COMS 4771 Machine Learning

COMS 4771 Machine Learning (Spring 2008)

Announcements (Blog)

Lectures and Homeworks

Lectures: Tue Thu 2:40pm-3:55pm, MUDD 535 (Notice ROOM CHANGE)

Instructor: Alina Beygelzimer (beygel at us.ibm.com)

Guest Instructors (alphabetically): Sanjoy Dasgupta (UCSD), Tony Jebara (Columbia), John Langford (Yahoo! Research), and Cynthia Rudin (Columbia).

Office hours: after each class

Machine learning is about making machines that learn from past experience. The goal of the course is to present the fundamental issues involved in solving machine learning problems and to introduce a broad range of machine learning methods.
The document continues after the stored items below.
//! `summary.md`: the human tables — per stage the drive points, the intercepts, the budget
//! verdict and the sizing result.

use super::{PointRecord, Report, CAUTION};
use crate::units::format_si;
use std::fmt::Write;

fn db(value: Option<f64>) -> String {
    value
        .map(|v| format!("{v:.2}"))
        .unwrap_or_else(|| "—".into())
}

fn volts(value: Option<f64>) -> String {
    value
        .map(|v| format_si(v, "V"))
        .unwrap_or_else(|| "—".into())
}

/// Renders the summary tables as Markdown.
pub fn summary(report: &Report) -> String {
    let mut out = String::new();
    let _ = writeln!(out, "# {} — linearity summary\n", report.plan);
    let _ = writeln!(out, "> {CAUTION}\n");
    let _ = writeln!(
        out,
        "Harmonics are of the differential output in dBc; THD sums harmonics 2–{}; a dash is below the analysis floor ({} dBc) or not available.\n",
        report.analysis.thd_harmonics, report.analysis.analysis_floor_dbc
    );
    let mut stage_names: Vec<&str> = Vec::new();
    for s in &report.stages {
        if !stage_names.contains(&s.stage.as_str()) {
            stage_names.push(&s.stage);
        }
    }
    if stage_names.len() > 1 {
        let _ = writeln!(out, "## Stages side by side\n");
        let _ = writeln!(out, "| stage | T (°C) | gain (dB) | IIP3 | P1dB | steering range | noise (nV/√Hz) | budget |");
        let _ = writeln!(out, "|---|---:|---:|---:|---:|---:|---:|---|");
        for i in &report.intercepts {
            let verdict = verdict_of(report, &i.stage, i.temperature_c);
            let _ = writeln!(
                out,
                "| {} | {} | {:.2} | {} | {} | {} | {:.2} | {} |",
                i.stage,
                i.temperature_c,
                i.small_signal_gain_db,
                volts(i.iip3_v),
                volts(i.p1db_v),
                format_si(i.steering_range_v, "V"),
                i.input_noise_v_rthz * 1e9,
                verdict
            );
        }
        let _ = writeln!(out);
    }
    for name in stage_names {
        let _ = writeln!(out, "## Stage `{name}`\n");
        let _ = writeln!(out, "| T (°C) | f (Hz) | amplitude | fundamental | gain (dB) | HD2 | HD3 | HD5 | THD | IM3 | in forward-active |");
        let _ = writeln!(
            out,
            "|---:|---:|---:|---:|---:|---:|---:|---:|---:|---:|---|"
        );
        let of_stage: Vec<&PointRecord> =
            report.points.iter().filter(|p| p.stage == name).collect();
        let budget_amplitudes: Vec<f64> = report
            .budget
            .iter()
            .filter(|b| b.stage == name)
            .filter_map(|b| b.at_v)
            .collect();
        let shown = shown_points(&of_stage, &budget_amplitudes);
        for p in &shown {
            let _ = writeln!(
                out,
                "| {} | {} | {} | {} | {:.2} | {} | {} | {} | {} | {} | {} |",
                p.temperature_c,
                p.frequency_hz,
                format_si(p.amplitude_v, "V"),
                format_si(p.fundamental_v, "V"),
                p.gain_db,
                db(p.harmonic(2)),
                db(p.harmonic(3)),
                db(p.harmonic(5)),
                db(p.thd_dbc),
                db(p.im3_dbc.flatten()),
                if p.forward_active { "yes" } else { "**no**" }
            );
        }
        if shown.len() < of_stage.len() {
            let _ = writeln!(
                out,
                "\n{} of {} drive points shown: evenly spaced through each sweep{}. Every point is in `points.csv` and `report.json`.",
                shown.len(),
                of_stage.len(),
                if budget_amplitudes.is_empty() { "" } else { ", plus the amplitudes the budget names" }
            );
        }
        let _ = writeln!(out);
        let _ = writeln!(out, "| T (°C) | f (Hz) | small-signal gain (dB) | IIP3 | OIP3 | P1dB | steering range | input noise (nV/√Hz) |");
        let _ = writeln!(out, "|---:|---:|---:|---:|---:|---:|---:|---:|");
        for i in report.intercepts.iter().filter(|i| i.stage == name) {
            let _ = writeln!(
                out,
                "| {} | {} | {:.2} | {} | {} | {} | {} | {:.3} |",
                i.temperature_c,
                i.frequency_hz,
                i.small_signal_gain_db,
                volts(i.iip3_v),
                volts(i.oip3_v),
                volts(i.p1db_v),
                format_si(i.steering_range_v, "V"),
                i.input_noise_v_rthz * 1e9
            );
        }
        let _ = writeln!(out);
        let lines: Vec<_> = report.budget.iter().filter(|b| b.stage == name).collect();
        if !lines.is_empty() {
            let with_corner = lines
                .iter()
                .any(|b| !b.corner.is_empty() && b.corner != crate::corner::TYPICAL);
            if !report.sizing.is_empty() {
                let _ = writeln!(
                    out,
                    "Budget lines checked on the stage as planned (before sizing):\n"
                );
            }
            let _ = writeln!(
                out,
                "| T (°C) |{} metric | at | limit | value | margin (dB) | verdict |",
                if with_corner { " corner |" } else { "" }
            );
            let _ = writeln!(
                out,
                "|---:|{}---|---:|---:|---:|---:|---|",
                if with_corner { "---|" } else { "" }
            );
            for b in lines {
                let quantity = |v: f64| b.quantity_text(v);
                let _ = writeln!(
                    out,
                    "| {} |{} {} | {} | {} {} | {} | {} | {} |",
                    b.temperature_c,
                    if with_corner {
                        format!(" {} |", b.corner)
                    } else {
                        String::new()
                    },
                    b.metric,
                    volts(b.at_v),
                    b.kind,
                    quantity(b.limit),
                    b.value.map(quantity).unwrap_or_else(|| "—".into()),
                    db(b.margin),
                    if b.pass { "pass" } else { "**FAIL**" }
                );
            }
            let _ = writeln!(out);
        }
        for s in report.sizing.iter().filter(|s| s.stage == name) {
            let _ = writeln!(
                out,
                "Sizing at {} °C: {} R_E = {} (binding: {}, worst margin {:.2} dB, gain {} dB, gain cost {} dB, steering range {}, load {}){}\n",
                s.temperature_c,
                if s.met { "least" } else { "no value meets every line; best" },
                s.emitter_resistance_ohm.map(|r| format_si(r, "Ω")).unwrap_or_else(|| "—".into()),
                s.binding_metric,
                s.best_margin,
                db(s.gain_db),
                db(s.gain_cost_db),
                volts(s.steering_range_v),
                s.load_resistance_ohm.map(|r| format_si(r, "Ω")).unwrap_or_else(|| "—".into()),
                if s.headroom_binds { "; headroom, not distortion, binds" } else { "" }
            );
        }
        if let Some(value) = super::value_to_build(report, name) {
            let _ = writeln!(
                out,
                "**R_E to build for `{name}`: {}** — the largest of the per-temperature least values; every scanned value from each temperature's least value up to it passed every line.\n",
                format_si(value, "Ω")
            );
        }
    }
    population_sections(report, &mut out);
    if !report.warnings.is_empty() {
        let _ = writeln!(out, "## Warnings\n");
        for w in &report.warnings {
            let _ = writeln!(out, "- {w}");
        }
        let _ = writeln!(out);
    }
    let _ = writeln!(
        out,
        "Plan {}: **{}**",
        report.plan,
        if report.met { "met" } else { "not met" }
    );
    out
}

/// Rows per temperature, corner and frequency above which a sweep is thinned in the table.
const ROWS_PER_SWEEP: usize = 41;

/// The points of one stage to tabulate: all of them for a short list of amplitudes; for a
/// longer sweep, `ROWS_PER_SWEEP` evenly spaced through each temperature, corner and
/// frequency (first and last included), plus the point nearest each budget amplitude.
fn shown_points<'a>(points: &[&'a PointRecord], budget_amplitudes: &[f64]) -> Vec<&'a PointRecord> {
    let mut shown = Vec::new();
    let mut start = 0;
    while start < points.len() {
        let first = points[start];
        let same_sweep = |p: &&PointRecord| {
            p.temperature_c == first.temperature_c
                && p.corner == first.corner
                && p.frequency_hz == first.frequency_hz
        };
        let length = points[start..].iter().take_while(|p| same_sweep(p)).count();
        let sweep = &points[start..start + length];
        if length <= ROWS_PER_SWEEP {
            shown.extend_from_slice(sweep);
        } else {
            let mut keep = vec![false; length];
            for i in 0..ROWS_PER_SWEEP {
                keep[(i * (length - 1) + (ROWS_PER_SWEEP - 1) / 2) / (ROWS_PER_SWEEP - 1)] = true;
            }
            for at in budget_amplitudes {
                let nearest = (0..length).min_by(|&a, &b| {
                    (sweep[a].amplitude_v - at)
                        .abs()
                        .total_cmp(&(sweep[b].amplitude_v - at).abs())
                });
                if let Some(i) = nearest {
                    keep[i] = true;
                }
            }
            shown.extend(
                sweep
                    .iter()
                    .zip(&keep)
                    .filter(|(_, k)| **k)
                    .map(|(p, _)| *p),
            );
        }
        start += length;
    }
    shown
}

fn verdict_of(report: &Report, stage: &str, temperature_c: f64) -> &'static str {
    let lines: Vec<_> = report
        .budget
        .iter()
        .filter(|b| b.stage == stage && b.temperature_c == temperature_c)
        .collect();
    if lines.is_empty() {
        "—"
    } else if lines.iter().all(|b| b.pass) {
        "pass"
    } else {
        "FAIL"
    }
}

fn figure(value: Option<f64>, unit: &str) -> String {
    match (value, unit) {
        (None, _) => "—".into(),
        (Some(v), "dBc" | "dB") => format!("{v:.2}"),
        (Some(v), "V/√Hz") => format!("{:.3} nV/√Hz", v * 1e9),
        (Some(v), u) => format_si(v, u),
    }
}

/// Corner spread, Monte Carlo distributions, yield and the noise-versus-distortion sizing gap.
fn population_sections(report: &Report, out: &mut String) {
    if !report.corner_spread.is_empty() {
        let _ = writeln!(out, "## Process corners (typical, minimum, maximum)\n");
        let _ = writeln!(
            out,
            "| stage | T (°C) | figure | at | typical | min (corner) | max (corner) |"
        );
        let _ = writeln!(out, "|---|---:|---|---:|---:|---:|---:|");
        for r in &report.corner_spread {
            let _ = writeln!(
                out,
                "| {} | {} | {} | {} | {} | {} ({}) | {} ({}) |",
                r.stage,
                r.temperature_c,
                r.metric,
                volts(r.at_v),
                figure(r.typical, &r.unit),
                figure(r.min, &r.unit),
                r.min_corner,
                figure(r.max, &r.unit),
                r.max_corner
            );
        }
        let _ = writeln!(out);
    }
    if !report.monte_carlo.is_empty() {
        let _ = writeln!(out, "## Monte Carlo mismatch\n");
        let _ = writeln!(
            out,
            "| stage | T (°C) | f (Hz) | amplitude | metric | runs | p05 | median | p95 |"
        );
        let _ = writeln!(out, "|---|---:|---:|---:|---|---:|---:|---:|---:|");
        for r in &report.monte_carlo {
            let _ = writeln!(
                out,
                "| {} | {} | {} | {} | {} | {} | {} | {} | {} |",
                r.stage,
                r.temperature_c,
                r.frequency_hz,
                format_si(r.amplitude_v, "V"),
                r.metric,
                r.runs,
                figure(r.p05, &r.unit),
                figure(r.median, &r.unit),
                figure(r.p95, &r.unit)
            );
        }
        let _ = writeln!(out);
        for y in &report.yield_ {
            let _ = writeln!(
                out,
                "Yield of `{}` at {} °C ({} corner): {:.1} % of {} runs meet every budget line ({}: {:.1} % to {:.1} %).\n",
                y.stage,
                y.temperature_c,
                y.corner,
                100.0 * y.pass_fraction,
                y.runs,
                y.interval,
                100.0 * y.pass_fraction_low,
                100.0 * y.pass_fraction_high
            );
        }
    }
    for s in report
        .sizing
        .iter()
        .filter(|s| s.conflict_gap_ohm.is_some())
    {
        let _ = writeln!(
            out,
            "Sizing of `{}` at {} °C: distortion needs R_E ≥ {} but noise allows at most {}; no value meets both (gap {}).\n",
            s.stage,
            s.temperature_c,
            s.distortion_least_emitter_resistance_ohm.map(|r| format_si(r, "Ω")).unwrap_or_default(),
            s.noise_greatest_emitter_resistance_ohm.map(|r| format_si(r, "Ω")).unwrap_or_default(),
            s.conflict_gap_ohm.map(|r| format_si(r, "Ω")).unwrap_or_default()
        );
    }
}

#[cfg(test)]
mod tests {
    use super::*;

    fn point(amplitude_v: f64, frequency_hz: f64) -> PointRecord {
        serde_json::from_value(serde_json::json!({
            "stage": "s", "temperature_c": 27.0, "frequency_hz": frequency_hz,
            "amplitude_v": amplitude_v, "fundamental_v": 1.0, "gain_db": 0.0,
            "thd_dbc": null, "single_ended_fundamental_v": 0.5,
            "single_ended_hd2_dbc": null, "single_ended_hd3_dbc": null, "samples": 256,
            "forward_active": true, "max_base_collector_v": -1.0, "min_current_fraction": 0.1,
        }))
        .unwrap()
    }

    /// A long sweep is thinned to evenly spaced rows with both ends and the budget's
    /// amplitude; a short list of amplitudes is shown whole; each frequency separately.
    #[test]
    fn long_sweeps_are_thinned_short_lists_kept() {
        let mut points: Vec<PointRecord> = (0..1000).map(|i| point(i as f64 * 1e-3, 1e3)).collect();
        points.extend((0..5).map(|i| point(i as f64 * 1e-3, 1e6)));
        let refs: Vec<&PointRecord> = points.iter().collect();
        let shown = shown_points(&refs, &[0.4567]);
        let at_1k: Vec<f64> = shown
            .iter()
            .filter(|p| p.frequency_hz == 1e3)
            .map(|p| p.amplitude_v)
            .collect();
        assert_eq!(at_1k.len(), ROWS_PER_SWEEP + 1);
        assert_eq!(at_1k[0], 0.0);
        assert_eq!(*at_1k.last().unwrap(), 0.999);
        assert!(at_1k.contains(&0.457), "{at_1k:?}");
        assert!(at_1k.windows(2).all(|w| w[0] < w[1]));
        assert_eq!(shown.iter().filter(|p| p.frequency_hz == 1e6).count(), 5);
    }
}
Specific topics will include:

What is machine learning? Basic concepts, types of prior information, types of learning problems, loss function semantics.
Supervised learning basics
- Three learning algorithms: Decision tree learning, nearest neighbor methods, Bayesian learning.
- Evaluating predictors: Bias-variance decomposition, overfitting, cross-validation.
- Regression: linear regression, least squares and other loss functions, regularized regression (Cynthia)
- Reductions between different supervised learning problems
Theoretical foundations of supervised learning
- The PAC model, Occam's razor, VC-dimension.
- Mistake bounds: halving, winnow, weighted majority, relation to PAC
- The perceptron algorithm, margins
- AdaBoost and Logistic Regression, margins theory for Boosting (Cynthia)
- Bandit problems, online optimization
- Learning rankings (Cynthia)
Support vector machines and kernel methods
Large-scale learning: Stochastic gradient descent, back-propagation (John)
Markov Decision Processes and Reinforcement Learning (John)
Mixing unlabeled and labeled data, co-training
Active learning
Generative models, maximum likelihood parameter estimation, EM (Tony)
Graphical models, Hidden Markov Models (Tony)
Random projection methods; Johnson-Lindenstrauss lemma
Dimensionality reduction
Algorithms for nearest neighbor search

Reading Material

Most of the material will be provided electronically (check this blog for updates). The following books are recommended (not crucial, but good to have):

Duda, Hart, Stork, "Pattern Classification", 2000.
Bishop, "Pattern Recognition and Machine Learning" (preview)
Kearns and Vazirani, "An Introduction to Computational Learning Theory", MIT Press, 1994 (limited preview at google book search)
Hastie, Tibshirani, and Friedman, "Elements of Statistical Learning: Data Mining, Inference and Prediction", 2001 (see limited preview at google book search)
Schoelkopf and Smola, "Learning with Kernels", MIT Press, 2002 (limited preview, and a short introduction to learning with kernels).
Mitchell, "Machine Learning", 1997.

Grading

There will be four homeworks due one to two weeks after they are assigned (50% of the grade), a midterm (25%), and a final (25%). Late assignments will not be accepted.

You can discuss your homework assignments and papers with other students, but no collaboration or help is allowed in the actual writing of solutions. If you discuss homework problems with other students, you should give their names on the homework.